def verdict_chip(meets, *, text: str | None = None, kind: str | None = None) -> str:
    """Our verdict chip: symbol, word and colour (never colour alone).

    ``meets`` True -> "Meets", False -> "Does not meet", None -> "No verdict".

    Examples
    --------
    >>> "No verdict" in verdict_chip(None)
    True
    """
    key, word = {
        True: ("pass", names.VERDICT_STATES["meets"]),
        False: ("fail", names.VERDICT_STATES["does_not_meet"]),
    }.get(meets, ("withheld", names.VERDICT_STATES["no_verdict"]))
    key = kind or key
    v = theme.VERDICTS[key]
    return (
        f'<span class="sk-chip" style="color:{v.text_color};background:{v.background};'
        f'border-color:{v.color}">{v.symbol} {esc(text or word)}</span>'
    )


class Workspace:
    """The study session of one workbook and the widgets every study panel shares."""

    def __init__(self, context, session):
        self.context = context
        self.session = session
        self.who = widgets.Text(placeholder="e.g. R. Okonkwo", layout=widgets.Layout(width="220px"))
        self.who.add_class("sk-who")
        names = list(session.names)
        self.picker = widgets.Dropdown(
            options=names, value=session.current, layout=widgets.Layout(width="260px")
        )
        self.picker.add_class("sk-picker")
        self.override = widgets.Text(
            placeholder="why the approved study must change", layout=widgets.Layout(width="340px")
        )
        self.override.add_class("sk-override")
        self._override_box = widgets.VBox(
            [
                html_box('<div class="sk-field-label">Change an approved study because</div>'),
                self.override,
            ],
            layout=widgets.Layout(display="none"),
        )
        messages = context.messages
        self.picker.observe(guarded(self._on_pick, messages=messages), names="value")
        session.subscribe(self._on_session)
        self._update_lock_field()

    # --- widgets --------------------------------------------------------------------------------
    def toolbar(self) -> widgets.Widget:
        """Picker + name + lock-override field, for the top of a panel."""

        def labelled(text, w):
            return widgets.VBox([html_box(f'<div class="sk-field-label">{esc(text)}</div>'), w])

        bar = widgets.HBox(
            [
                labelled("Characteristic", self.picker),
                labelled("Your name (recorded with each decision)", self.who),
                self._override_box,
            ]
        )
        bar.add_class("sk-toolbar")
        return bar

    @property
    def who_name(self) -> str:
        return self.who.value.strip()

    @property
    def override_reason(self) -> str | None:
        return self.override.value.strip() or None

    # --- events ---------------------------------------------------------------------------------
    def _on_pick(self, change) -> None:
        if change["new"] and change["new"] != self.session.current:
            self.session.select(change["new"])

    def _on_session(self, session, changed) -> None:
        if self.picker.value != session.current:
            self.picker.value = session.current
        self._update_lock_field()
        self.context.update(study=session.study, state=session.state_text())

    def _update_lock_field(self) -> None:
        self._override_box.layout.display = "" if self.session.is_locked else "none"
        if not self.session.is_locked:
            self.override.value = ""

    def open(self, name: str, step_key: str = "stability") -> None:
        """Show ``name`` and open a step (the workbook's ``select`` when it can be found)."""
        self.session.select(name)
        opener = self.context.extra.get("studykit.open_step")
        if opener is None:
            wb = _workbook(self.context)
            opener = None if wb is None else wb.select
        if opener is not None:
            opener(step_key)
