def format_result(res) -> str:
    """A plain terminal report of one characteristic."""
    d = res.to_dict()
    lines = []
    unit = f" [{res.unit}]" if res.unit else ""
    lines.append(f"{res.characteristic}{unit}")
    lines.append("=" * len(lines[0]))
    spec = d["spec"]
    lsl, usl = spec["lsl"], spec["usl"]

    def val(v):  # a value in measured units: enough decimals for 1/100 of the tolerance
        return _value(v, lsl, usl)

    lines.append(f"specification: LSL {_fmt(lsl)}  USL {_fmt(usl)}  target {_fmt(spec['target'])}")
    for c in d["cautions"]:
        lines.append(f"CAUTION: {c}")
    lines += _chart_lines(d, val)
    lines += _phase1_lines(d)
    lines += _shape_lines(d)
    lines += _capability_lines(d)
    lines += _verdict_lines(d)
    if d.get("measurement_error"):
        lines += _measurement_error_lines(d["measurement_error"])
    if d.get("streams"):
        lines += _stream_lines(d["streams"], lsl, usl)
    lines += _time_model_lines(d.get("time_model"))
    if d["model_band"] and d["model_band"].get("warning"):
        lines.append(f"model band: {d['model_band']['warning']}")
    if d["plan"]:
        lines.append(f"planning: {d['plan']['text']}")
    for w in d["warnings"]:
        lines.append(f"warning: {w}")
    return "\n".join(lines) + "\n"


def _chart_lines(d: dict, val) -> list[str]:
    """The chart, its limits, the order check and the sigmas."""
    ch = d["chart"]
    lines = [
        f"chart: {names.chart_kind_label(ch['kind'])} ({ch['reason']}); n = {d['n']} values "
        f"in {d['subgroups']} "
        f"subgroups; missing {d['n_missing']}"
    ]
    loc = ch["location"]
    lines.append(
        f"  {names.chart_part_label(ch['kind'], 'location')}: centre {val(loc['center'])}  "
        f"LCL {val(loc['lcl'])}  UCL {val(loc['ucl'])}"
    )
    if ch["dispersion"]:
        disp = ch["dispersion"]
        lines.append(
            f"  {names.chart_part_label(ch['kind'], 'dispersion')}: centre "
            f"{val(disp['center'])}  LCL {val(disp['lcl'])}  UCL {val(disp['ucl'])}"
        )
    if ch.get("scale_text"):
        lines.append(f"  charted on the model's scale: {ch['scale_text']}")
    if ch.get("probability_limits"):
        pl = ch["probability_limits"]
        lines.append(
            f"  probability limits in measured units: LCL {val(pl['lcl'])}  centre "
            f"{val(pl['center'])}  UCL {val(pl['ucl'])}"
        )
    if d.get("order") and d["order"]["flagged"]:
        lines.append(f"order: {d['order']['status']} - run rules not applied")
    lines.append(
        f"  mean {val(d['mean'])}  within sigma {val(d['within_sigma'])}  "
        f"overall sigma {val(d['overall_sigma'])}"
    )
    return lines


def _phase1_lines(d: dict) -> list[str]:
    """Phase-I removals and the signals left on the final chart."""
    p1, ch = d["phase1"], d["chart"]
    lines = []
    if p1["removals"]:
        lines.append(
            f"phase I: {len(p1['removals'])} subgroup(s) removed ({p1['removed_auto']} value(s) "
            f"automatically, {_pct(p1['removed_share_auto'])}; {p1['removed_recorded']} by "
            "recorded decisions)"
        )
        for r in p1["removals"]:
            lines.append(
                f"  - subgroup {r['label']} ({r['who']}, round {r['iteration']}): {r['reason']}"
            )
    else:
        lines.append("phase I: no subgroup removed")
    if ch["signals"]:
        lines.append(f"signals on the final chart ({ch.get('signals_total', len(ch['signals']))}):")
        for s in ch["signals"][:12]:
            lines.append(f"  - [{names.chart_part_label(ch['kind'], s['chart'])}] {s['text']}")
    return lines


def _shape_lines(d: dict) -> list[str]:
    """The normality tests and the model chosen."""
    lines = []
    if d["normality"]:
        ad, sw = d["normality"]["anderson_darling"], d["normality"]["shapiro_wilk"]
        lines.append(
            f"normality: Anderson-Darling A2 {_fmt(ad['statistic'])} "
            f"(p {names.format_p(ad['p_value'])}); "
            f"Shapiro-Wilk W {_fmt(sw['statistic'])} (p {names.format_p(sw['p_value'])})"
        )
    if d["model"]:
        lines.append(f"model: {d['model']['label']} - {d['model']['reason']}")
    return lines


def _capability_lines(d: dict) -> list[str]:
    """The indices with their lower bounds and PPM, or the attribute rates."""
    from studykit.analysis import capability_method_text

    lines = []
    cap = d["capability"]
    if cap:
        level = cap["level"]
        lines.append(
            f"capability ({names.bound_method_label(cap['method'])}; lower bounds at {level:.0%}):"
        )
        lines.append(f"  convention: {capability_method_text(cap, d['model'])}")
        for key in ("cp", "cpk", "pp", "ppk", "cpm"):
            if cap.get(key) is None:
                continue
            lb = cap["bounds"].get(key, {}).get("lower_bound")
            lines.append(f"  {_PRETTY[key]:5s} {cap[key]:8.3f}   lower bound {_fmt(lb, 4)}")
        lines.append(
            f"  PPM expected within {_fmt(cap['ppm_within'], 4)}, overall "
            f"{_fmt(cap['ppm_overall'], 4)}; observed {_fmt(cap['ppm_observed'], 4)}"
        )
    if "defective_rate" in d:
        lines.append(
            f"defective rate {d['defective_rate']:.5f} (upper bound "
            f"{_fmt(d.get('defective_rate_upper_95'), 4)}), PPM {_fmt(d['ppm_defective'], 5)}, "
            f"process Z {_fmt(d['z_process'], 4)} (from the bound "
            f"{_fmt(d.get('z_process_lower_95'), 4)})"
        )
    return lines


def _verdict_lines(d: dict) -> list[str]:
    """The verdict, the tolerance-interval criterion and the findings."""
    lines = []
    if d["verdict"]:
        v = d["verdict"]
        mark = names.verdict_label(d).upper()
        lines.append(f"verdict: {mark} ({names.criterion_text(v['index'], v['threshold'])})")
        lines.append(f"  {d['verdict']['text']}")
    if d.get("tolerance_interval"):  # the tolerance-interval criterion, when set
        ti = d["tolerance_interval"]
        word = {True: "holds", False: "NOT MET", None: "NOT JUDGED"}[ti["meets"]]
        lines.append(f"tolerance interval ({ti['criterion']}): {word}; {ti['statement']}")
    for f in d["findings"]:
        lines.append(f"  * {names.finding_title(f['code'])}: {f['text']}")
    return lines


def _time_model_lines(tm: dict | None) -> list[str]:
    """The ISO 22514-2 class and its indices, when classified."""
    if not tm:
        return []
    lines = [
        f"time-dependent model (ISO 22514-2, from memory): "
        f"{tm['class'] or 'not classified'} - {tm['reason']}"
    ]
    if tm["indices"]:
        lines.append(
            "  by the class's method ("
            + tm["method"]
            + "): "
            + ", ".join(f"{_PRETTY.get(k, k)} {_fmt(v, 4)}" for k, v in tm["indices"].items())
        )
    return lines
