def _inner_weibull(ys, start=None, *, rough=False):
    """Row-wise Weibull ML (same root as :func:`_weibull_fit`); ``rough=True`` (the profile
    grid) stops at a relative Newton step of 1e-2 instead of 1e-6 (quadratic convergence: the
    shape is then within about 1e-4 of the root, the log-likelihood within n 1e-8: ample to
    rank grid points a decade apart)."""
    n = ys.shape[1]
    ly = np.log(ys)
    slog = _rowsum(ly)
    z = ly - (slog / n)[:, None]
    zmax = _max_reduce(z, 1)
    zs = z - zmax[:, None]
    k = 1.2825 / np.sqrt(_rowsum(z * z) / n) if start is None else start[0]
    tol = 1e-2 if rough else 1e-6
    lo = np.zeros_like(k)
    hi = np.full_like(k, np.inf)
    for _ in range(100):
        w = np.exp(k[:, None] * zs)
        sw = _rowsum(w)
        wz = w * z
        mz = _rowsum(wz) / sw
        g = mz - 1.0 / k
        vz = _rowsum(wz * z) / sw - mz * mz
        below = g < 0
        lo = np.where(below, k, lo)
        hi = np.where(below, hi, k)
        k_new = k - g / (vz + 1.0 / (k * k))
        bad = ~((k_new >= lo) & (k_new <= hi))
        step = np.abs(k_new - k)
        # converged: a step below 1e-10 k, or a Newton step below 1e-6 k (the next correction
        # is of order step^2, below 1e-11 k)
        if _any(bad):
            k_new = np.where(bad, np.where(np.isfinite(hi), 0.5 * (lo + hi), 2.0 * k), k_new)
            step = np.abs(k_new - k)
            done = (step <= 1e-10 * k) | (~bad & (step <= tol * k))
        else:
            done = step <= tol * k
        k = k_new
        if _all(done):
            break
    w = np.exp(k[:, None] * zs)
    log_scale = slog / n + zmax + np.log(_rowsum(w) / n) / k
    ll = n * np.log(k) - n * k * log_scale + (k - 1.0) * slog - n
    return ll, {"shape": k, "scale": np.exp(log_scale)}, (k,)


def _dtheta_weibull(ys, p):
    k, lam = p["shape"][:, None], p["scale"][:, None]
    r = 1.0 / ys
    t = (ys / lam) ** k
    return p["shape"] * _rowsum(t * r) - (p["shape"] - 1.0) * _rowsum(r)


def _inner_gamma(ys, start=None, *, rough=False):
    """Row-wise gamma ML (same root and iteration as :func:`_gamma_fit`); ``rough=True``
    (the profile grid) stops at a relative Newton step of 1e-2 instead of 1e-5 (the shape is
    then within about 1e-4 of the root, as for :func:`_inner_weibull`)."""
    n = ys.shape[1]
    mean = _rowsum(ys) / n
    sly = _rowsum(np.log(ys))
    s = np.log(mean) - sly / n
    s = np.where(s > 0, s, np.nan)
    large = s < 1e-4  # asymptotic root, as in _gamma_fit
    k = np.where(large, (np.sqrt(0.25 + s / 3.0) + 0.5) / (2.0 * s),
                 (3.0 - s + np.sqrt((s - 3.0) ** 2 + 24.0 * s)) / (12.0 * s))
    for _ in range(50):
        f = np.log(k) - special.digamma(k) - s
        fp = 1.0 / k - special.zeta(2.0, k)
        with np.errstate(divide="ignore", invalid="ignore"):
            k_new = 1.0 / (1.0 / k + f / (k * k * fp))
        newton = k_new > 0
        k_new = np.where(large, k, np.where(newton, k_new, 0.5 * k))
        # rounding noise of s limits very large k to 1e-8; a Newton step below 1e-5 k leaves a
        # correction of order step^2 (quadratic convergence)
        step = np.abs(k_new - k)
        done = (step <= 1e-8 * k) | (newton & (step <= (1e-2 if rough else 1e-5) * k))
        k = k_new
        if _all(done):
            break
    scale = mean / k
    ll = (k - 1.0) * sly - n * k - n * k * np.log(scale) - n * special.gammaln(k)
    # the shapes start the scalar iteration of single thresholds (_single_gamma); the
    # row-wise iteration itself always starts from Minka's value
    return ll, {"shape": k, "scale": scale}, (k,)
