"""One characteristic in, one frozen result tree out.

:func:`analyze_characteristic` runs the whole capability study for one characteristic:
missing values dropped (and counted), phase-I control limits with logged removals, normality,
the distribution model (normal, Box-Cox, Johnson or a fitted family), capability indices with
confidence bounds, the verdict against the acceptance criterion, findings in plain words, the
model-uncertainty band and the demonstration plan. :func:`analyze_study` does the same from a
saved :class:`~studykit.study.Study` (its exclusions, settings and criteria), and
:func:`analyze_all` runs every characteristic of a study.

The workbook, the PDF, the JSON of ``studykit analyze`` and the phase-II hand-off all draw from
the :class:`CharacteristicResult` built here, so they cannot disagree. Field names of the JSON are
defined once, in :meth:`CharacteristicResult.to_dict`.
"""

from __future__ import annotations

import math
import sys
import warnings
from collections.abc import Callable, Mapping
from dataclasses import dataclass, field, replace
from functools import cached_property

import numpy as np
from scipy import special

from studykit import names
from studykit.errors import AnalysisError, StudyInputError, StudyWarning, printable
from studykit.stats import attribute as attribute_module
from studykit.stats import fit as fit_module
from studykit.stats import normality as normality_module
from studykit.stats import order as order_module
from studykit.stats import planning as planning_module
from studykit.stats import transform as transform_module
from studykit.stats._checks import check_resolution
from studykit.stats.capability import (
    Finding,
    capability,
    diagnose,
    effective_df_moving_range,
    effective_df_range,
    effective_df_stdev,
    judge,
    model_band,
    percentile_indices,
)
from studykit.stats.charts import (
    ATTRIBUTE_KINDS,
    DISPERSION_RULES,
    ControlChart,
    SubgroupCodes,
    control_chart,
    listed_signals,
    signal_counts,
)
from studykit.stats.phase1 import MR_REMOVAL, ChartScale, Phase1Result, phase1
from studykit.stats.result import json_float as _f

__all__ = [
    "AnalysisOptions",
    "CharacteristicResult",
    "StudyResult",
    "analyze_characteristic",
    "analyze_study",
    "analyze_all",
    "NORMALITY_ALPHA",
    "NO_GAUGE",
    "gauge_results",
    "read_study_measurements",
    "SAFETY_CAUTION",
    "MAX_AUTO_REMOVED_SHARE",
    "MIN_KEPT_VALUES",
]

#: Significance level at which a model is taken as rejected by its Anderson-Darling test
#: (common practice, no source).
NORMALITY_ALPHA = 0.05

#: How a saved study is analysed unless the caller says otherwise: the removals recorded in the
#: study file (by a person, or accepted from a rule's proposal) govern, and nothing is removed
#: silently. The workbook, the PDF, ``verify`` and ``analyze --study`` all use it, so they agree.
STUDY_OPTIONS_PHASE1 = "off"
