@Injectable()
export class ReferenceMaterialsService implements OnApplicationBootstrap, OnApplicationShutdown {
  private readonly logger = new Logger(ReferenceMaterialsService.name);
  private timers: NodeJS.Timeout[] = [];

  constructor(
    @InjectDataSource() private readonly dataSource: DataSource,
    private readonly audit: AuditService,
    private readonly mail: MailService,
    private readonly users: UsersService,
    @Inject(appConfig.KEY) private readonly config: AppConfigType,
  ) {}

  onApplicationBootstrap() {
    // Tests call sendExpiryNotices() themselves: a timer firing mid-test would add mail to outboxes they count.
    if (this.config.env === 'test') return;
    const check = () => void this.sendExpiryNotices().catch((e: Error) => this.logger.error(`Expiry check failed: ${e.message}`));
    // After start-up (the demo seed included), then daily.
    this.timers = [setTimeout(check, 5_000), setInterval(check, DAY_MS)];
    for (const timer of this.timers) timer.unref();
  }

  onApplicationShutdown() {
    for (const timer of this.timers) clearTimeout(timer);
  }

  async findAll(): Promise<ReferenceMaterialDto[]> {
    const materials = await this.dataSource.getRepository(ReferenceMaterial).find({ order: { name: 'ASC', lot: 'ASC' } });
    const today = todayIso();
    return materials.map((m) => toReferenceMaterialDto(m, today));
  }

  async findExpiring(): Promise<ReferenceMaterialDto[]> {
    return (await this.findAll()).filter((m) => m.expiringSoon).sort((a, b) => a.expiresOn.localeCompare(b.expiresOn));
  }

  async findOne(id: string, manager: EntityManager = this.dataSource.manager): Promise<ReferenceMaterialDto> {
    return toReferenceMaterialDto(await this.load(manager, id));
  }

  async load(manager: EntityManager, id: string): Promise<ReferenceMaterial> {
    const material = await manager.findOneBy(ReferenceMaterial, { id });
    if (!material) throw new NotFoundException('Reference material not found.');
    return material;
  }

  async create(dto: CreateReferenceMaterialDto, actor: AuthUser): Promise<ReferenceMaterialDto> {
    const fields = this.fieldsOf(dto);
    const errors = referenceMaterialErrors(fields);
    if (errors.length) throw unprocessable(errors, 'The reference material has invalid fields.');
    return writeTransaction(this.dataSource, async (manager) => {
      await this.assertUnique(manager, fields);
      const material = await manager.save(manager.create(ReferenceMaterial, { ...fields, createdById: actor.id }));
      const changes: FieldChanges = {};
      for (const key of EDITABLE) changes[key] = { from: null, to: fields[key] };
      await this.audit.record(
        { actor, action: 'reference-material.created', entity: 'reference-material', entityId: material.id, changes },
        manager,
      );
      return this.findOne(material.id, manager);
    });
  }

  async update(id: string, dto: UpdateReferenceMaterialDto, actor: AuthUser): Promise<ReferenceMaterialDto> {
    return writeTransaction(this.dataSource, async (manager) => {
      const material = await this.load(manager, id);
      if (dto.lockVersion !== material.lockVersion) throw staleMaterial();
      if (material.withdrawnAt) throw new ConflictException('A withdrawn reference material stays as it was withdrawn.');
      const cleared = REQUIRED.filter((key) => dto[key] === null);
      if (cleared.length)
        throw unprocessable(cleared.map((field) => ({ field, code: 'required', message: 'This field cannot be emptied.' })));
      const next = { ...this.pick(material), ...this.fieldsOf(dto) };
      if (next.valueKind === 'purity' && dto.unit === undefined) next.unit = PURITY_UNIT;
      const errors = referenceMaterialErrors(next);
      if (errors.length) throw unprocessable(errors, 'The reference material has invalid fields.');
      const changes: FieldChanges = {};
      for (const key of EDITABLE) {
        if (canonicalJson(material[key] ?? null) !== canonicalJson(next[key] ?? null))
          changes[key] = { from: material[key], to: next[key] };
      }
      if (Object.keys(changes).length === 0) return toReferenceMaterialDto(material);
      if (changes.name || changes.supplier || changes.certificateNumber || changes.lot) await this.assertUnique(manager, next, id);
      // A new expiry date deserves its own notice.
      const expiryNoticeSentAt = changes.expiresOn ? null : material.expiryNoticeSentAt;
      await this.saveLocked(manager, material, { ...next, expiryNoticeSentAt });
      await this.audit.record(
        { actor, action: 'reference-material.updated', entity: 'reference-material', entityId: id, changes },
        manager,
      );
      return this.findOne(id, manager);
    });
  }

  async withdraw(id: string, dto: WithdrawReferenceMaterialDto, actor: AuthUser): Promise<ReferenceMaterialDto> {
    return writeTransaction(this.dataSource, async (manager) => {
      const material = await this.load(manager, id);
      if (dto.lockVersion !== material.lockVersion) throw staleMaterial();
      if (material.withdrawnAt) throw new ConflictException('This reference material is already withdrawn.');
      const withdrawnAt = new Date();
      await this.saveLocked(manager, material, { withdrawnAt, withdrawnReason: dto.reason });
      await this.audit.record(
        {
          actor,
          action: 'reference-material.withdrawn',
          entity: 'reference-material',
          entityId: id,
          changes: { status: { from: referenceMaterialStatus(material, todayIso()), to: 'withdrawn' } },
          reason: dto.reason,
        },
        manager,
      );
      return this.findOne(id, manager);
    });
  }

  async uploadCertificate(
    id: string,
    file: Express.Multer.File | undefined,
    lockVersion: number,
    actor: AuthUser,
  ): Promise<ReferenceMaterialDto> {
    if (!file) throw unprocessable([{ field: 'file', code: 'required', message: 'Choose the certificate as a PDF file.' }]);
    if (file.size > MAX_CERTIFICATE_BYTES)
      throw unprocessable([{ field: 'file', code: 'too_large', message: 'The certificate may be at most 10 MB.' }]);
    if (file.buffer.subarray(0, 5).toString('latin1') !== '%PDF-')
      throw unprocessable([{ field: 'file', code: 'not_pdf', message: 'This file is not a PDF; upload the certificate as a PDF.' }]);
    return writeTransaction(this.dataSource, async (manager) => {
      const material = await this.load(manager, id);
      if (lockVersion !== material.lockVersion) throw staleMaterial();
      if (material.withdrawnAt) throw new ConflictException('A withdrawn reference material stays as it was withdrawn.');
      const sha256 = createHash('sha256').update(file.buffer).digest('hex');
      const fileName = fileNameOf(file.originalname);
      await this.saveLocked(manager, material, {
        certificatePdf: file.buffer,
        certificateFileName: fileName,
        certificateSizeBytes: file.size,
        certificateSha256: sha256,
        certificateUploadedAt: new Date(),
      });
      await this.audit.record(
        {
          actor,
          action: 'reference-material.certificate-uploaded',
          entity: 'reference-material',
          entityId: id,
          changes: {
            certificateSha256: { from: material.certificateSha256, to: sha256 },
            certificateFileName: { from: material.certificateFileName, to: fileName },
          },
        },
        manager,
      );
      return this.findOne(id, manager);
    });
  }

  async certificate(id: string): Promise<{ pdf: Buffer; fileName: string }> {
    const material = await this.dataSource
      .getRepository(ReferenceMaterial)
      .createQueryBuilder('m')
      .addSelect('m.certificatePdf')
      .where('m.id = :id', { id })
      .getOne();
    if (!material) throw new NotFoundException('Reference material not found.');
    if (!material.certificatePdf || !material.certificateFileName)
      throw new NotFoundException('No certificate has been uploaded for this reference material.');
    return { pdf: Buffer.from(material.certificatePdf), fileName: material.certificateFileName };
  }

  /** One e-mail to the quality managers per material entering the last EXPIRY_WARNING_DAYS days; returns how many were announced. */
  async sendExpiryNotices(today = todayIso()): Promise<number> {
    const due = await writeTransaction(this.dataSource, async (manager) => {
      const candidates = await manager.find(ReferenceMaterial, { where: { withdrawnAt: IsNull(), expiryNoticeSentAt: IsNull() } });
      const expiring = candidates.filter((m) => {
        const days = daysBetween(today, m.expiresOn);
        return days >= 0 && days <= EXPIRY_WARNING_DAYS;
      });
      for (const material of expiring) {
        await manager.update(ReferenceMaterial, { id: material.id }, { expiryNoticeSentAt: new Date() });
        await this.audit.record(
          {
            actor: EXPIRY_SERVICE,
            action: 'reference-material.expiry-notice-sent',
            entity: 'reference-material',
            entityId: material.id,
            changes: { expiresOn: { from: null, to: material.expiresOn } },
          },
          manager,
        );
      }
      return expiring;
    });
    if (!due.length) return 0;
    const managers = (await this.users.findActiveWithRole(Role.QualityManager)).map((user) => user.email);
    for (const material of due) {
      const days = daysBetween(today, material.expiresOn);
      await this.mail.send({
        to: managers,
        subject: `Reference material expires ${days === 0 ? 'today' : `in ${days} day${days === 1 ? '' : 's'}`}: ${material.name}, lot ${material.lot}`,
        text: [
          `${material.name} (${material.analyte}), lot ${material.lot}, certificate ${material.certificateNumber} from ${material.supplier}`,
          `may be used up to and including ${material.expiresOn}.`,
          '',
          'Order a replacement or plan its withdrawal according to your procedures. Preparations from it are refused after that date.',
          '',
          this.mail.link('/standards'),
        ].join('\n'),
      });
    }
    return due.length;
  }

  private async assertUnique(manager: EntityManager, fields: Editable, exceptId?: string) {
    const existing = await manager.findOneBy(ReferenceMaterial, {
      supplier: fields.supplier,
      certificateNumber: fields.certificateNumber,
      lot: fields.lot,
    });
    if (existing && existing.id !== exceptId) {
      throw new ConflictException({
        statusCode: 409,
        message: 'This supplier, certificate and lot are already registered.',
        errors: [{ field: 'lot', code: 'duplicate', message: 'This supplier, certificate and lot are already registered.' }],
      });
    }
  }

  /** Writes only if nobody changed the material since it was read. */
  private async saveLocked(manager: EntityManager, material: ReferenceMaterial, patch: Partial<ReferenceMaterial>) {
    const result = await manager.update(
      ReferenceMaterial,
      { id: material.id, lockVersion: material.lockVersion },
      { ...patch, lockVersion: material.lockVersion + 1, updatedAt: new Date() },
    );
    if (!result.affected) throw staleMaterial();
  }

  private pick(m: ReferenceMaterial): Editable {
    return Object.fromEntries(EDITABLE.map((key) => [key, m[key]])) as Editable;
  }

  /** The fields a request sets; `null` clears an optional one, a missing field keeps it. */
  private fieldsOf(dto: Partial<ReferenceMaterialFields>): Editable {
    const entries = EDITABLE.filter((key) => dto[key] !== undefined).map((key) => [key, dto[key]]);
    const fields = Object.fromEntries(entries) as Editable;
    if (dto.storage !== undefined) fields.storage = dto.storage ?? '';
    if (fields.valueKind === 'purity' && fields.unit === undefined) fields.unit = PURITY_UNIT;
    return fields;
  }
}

Work to complete: Looking at the records above, return exactly the lines from the line with "async findExpiring(): Promise<ReferenceMaterialDto[]>" to the line with "if (cleared.length)", both ends included.

Response area:
  async findExpiring(): Promise<ReferenceMaterialDto[]> {
    return (await this.findAll()).filter((m) => m.expiringSoon).sort((a, b) => a.expiresOn.localeCompare(b.expiresOn));
  }

  async findOne(id: string, manager: EntityManager = this.dataSource.manager): Promise<ReferenceMaterialDto> {
    return toReferenceMaterialDto(await this.load(manager, id));
  }

  async load(manager: EntityManager, id: string): Promise<ReferenceMaterial> {
    const material = await manager.findOneBy(ReferenceMaterial, { id });
    if (!material) throw new NotFoundException('Reference material not found.');
    return material;
  }

  async create(dto: CreateReferenceMaterialDto, actor: AuthUser): Promise<ReferenceMaterialDto> {
    const fields = this.fieldsOf(dto);
    const errors = referenceMaterialErrors(fields);
    if (errors.length) throw unprocessable(errors, 'The reference material has invalid fields.');
    return writeTransaction(this.dataSource, async (manager) => {
      await this.assertUnique(manager, fields);
      const material = await manager.save(manager.create(ReferenceMaterial, { ...fields, createdById: actor.id }));
      const changes: FieldChanges = {};
      for (const key of EDITABLE) changes[key] = { from: null, to: fields[key] };
      await this.audit.record(
        { actor, action: 'reference-material.created', entity: 'reference-material', entityId: material.id, changes },
        manager,
      );
      return this.findOne(material.id, manager);
    });
  }

  async update(id: string, dto: UpdateReferenceMaterialDto, actor: AuthUser): Promise<ReferenceMaterialDto> {
    return writeTransaction(this.dataSource, async (manager) => {
      const material = await this.load(manager, id);
      if (dto.lockVersion !== material.lockVersion) throw staleMaterial();
      if (material.withdrawnAt) throw new ConflictException('A withdrawn reference material stays as it was withdrawn.');
      const cleared = REQUIRED.filter((key) => dto[key] === null);
      if (cleared.length)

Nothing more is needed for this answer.